CommentStreams:296c634e500c0378dd9eb26b0213c8b2
Hi Maja! Your analysis of 2024 Parisian city surveillance is very effective for me, particularly how you aim to understand what "dataveillance" does in crafting, and controlling, citizens' behavior. That makes the Faster section of this piece quite the highlight for me. The specifics you provide of the city's transformation into a heightened state of screen-oriented, camera-oriented surveillance is striking. Thinking alongside Shannon Mattern (particularly her book The City Is Not a Computer), I'd argue that autonomous systems of surveillance might have changed their distribution of materials, but these systems have been equally present in urban design before the CCTV era. I'm wondering if further contextualizing Paris's present situation within a history of urban design's biopolitical desires to shape the law-abiding citizen might be beneficial to further illuminating the security transformation you describe in this piece.

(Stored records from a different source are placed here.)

/// Reads a FeatureCollection (or single Feature / geometry) of points.
pub fn read_points(text: &str, opts: &ReadOptions) -> Result<RawLayer, InputError> {
    let root = parse_json(text)?;
    let (obj, t) = root_type(&root)?;
    let feats: Vec<Feat> = match t {
        "FeatureCollection" => features_of(obj)?.iter().map(feat_of).collect(),
        "Feature" => vec![feat_of(&root)],
        "Point" | "MultiPoint" => vec![Feat {
            geometry: Some(&root),
            properties: None,
        }],
        g if is_geometry_type(g) => {
            return Err(bad_geojson(format!(
                "expected points, found a {g} (is this the study-area file?)"
            )))
        }
        other => {
            return Err(bad_geojson(format!(
                "unknown GeoJSON type \"{}\"",
                cut_value(other)
            )))
        }
    };

    // Property names as columns, in first-seen order.
    let mut columns: Vec<String> = Vec::new();
    let mut seen: HashSet<&str> = HashSet::new();
    for f in &feats {
        if let Some(p) = f.properties {
            for k in p.keys() {
                if seen.insert(k.as_str()) {
                    columns.push(k.clone());
                }
            }
        }
    }
    let attrs = columns::resolve_attributes(&columns, &opts.mapping, &[])?;
    let given_order = opts.date_order;
    let sample = &feats[..feats.len().min(super::layer::SAMPLE_RECORDS)];
    let sample_texts = |r: Option<AttrRole>| -> Vec<String> {
        let Some(r) = r else { return Vec::new() };
        let name = &columns[r.index];
        sample
            .iter()
            .filter_map(|f| prop_text(f.properties, name))
            .map(|c| c.into_owned())
            .collect()
    };
    let times = sample_texts(attrs.time);
    let time_role = keep_if_readable(attrs.time, times.iter().map(String::as_str), |s| {
        readable_any_order(s, given_order)
    });
    let untils = sample_texts(attrs.time_until);
    let until_role = time_role.and(keep_if_readable(
        attrs.time_until,
        untils.iter().map(String::as_str),
        |s| readable_any_order(s, given_order),
    ));
    // Date order from every feature's time text, unless given.
    let date_order = time_role.map(|r| {
        let mut det = OrderDetector::default();
        if given_order.is_none() {
            for (i, f) in feats.iter().enumerate() {
                if let Some(Json::String(s)) = f.properties.and_then(|p| p.get(&columns[r.index])) {
                    det.add(i as u64 + 1, s);
                }
                let until = until_role.and_then(|u| f.properties?.get(&columns[u.index]));
                if let Some(Json::String(s)) = until {
                    det.add(i as u64 + 1, s);
                }
            }
        }
        det.finish(given_order)
    });
    let order = date_order
        .as_ref()
        .map_or(super::DateOrder::DayMonthYear, |d| d.used);
    let weights = sample_texts(attrs.weight);
    let weight_role = keep_if_readable(attrs.weight, weights.iter().map(String::as_str), |s| {
        weight_value(s, false, &mut String::new()).is_some()
    });
    let name = |r: Option<AttrRole>| r.map(|r| columns[r.index].clone());
    let mapping = ResolvedMapping {
        x: None,
        y: None,
        time: name(time_role),
        time_until: name(until_role),
        category: name(attrs.category),
        weight: name(weight_role),
    };

    // Coordinate kind.
    let coords = opts.coords.unwrap_or_else(|| {
        let all_in_range = feats.iter().all(|f| {
            points_of(f.geometry).iter().all(|p| match p {
                Ok((x, y)) => (-180.0..=180.0).contains(x) && (-90.0..=90.0).contains(y),
                Err(_) => true,
            })
        });
        if all_in_range {
            CoordKind::LonLat
        } else {
            CoordKind::Planar {
                unit: LengthUnit::Metre,
            }
        }
    });

    let mut b = Builder::new(
        time_role.is_some(),
        attrs.category.is_some(),
        weight_role.is_some(),
    );
    if until_role.is_some() {
        b.time_end = Some(Vec::new());
    }
    b.reserve(feats.len());
    let mut buf = String::new();
    for (i, f) in feats.iter().enumerate() {
        let row = i as u64 + 1;
        // Attributes once per feature: Ok(value) or Err((column, reason, text)).
        let time = time_role.map(|r| {
            let col = columns[r.index].as_str();
            match f.properties.and_then(|p| p.get(col)) {
                None | Some(Json::Null) => Err((col, RejectReason::Empty, String::new())),
                Some(Json::String(s)) if s.trim().is_empty() => {
                    Err((col, RejectReason::Empty, s.clone()))
                }
                Some(Json::String(s)) => match parse_time(s, order) {
                    Some(p) => Ok(p),
                    None => Err((col, RejectReason::BadTime, s.clone())),
                },
                Some(other) => Err((col, RejectReason::BadTime, other.to_string())),
            }
        });
        // The end of a window: Ok(None) for an empty one (an instant).
        let until = until_role.map(|r| {
            let col = columns[r.index].as_str();
            match f.properties.and_then(|p| p.get(col)) {
                None | Some(Json::Null) => Ok(None),
                Some(Json::String(s)) if s.trim().is_empty() => Ok(None),
                Some(Json::String(s)) => match parse_time(s, order) {
                    Some(p) => Ok(Some((p, s.clone()))),
                    None => Err((col, RejectReason::BadTime, s.clone())),
                },
                Some(other) => Err((col, RejectReason::BadTime, other.to_string())),
            }
        });
        let weight = weight_role.map(|r| {
            let col = columns[r.index].as_str();
            match prop_text(f.properties, col) {
                None => Err((col, RejectReason::Empty, String::new())),
                Some(s) if s.trim().is_empty() => Err((col, RejectReason::Empty, s.into_owned())),
                Some(s) => match weight_value(&s, false, &mut buf) {
                    Some(w) => Ok(w),
                    None => Err((col, RejectReason::BadWeight, s.into_owned())),
                },
            }
        });
        let cat_text = attrs
            .category
            .map(|r| prop_text(f.properties, &columns[r.index]));
        let mut noted = false;
        for p in points_of(f.geometry) {
            b.rows_read += 1;
            let (x, y) = match p {
                Ok(xy) => xy,
                Err((reason, value)) => {
                    b.reject(row, Some(GEOMETRY_COLUMN), reason, &value);
                    continue;
                }
            };
            if let Some(reason) =
                range_problem(coords, true, x).or_else(|| range_problem(coords, false, y))
            {
                let v = if reason == RejectReason::LongitudeOutOfRange {
                    x
                } else {
                    y
                };
                b.reject(row, Some(GEOMETRY_COLUMN), reason, &v.to_string());
                continue;
            }
            // An unusable time or weight keeps the point (NaN), noted
            // once per feature.
            let first_point = !noted;
            noted = true;
            let mut t = (f64::NAN, false);
            match &time {
                Some(Ok(p)) => t = (p.days, p.has_clock),
                Some(Err((col, reason, v))) if first_point => b.note(row, col, reason.clone(), v),
                _ => {}
            }
            let mut end = f64::NAN;
            match (&until, until_role) {
                (Some(Ok(Some((p, text)))), Some(r)) => {
                    t.1 |= p.has_clock;
                    let col = columns[r.index].as_str();
                    if first_point {
                        end = super::layer::window_end(&mut b, row, col, text, t.0, p.days);
                    } else if !(t.0.is_finite() && p.days < t.0) {
                        end = p.days;
                    }
                }
                (Some(Err((col, reason, v))), _) if first_point => {
                    b.note(row, col, reason.clone(), v)
                }
                _ => {}
            }
            let mut w = f64::NAN;
            match &weight {
                Some(Ok(v)) => w = *v,
                Some(Err((col, reason, v))) if first_point => b.note(row, col, reason.clone(), v),
                _ => {}
            }
            let cat = match &cat_text {
                Some(c) => b.category_id(c.as_deref().unwrap_or("")),
                None => 0,
            };
            b.accept(row, x, y, t, cat, w);
            b.accept_until(end);
        }
    }
    b.date_order = date_order;
    Ok(b.finish(SourceFormat::GeoJson, columns, mapping, coords))
}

What I'm curious about is: before the streetlamp became "a surveillance instance in empire green or anthracite," and was "a distributor for romantic light," what parts of the city took the role of the surveillance instance? Why have the avenues of surveillance shifted to include the streetlamp? The mention of "antifascist countermovements" makes me think of May '68, and what shifts in their battle with city surveillance might have resulted in our present moment. I totally understand if this line of questioning takes us too far down a historical path and is outside the scope of this piece, but it was great that your approach to this subject matter got me thinking about these topics. (And I didn't even get to the concluding section which I really like, tying shifts in surveillance to the international scale of "digitalization of warfare".) I appreciate this multifaceted analysis of urban control--thanks for sharing!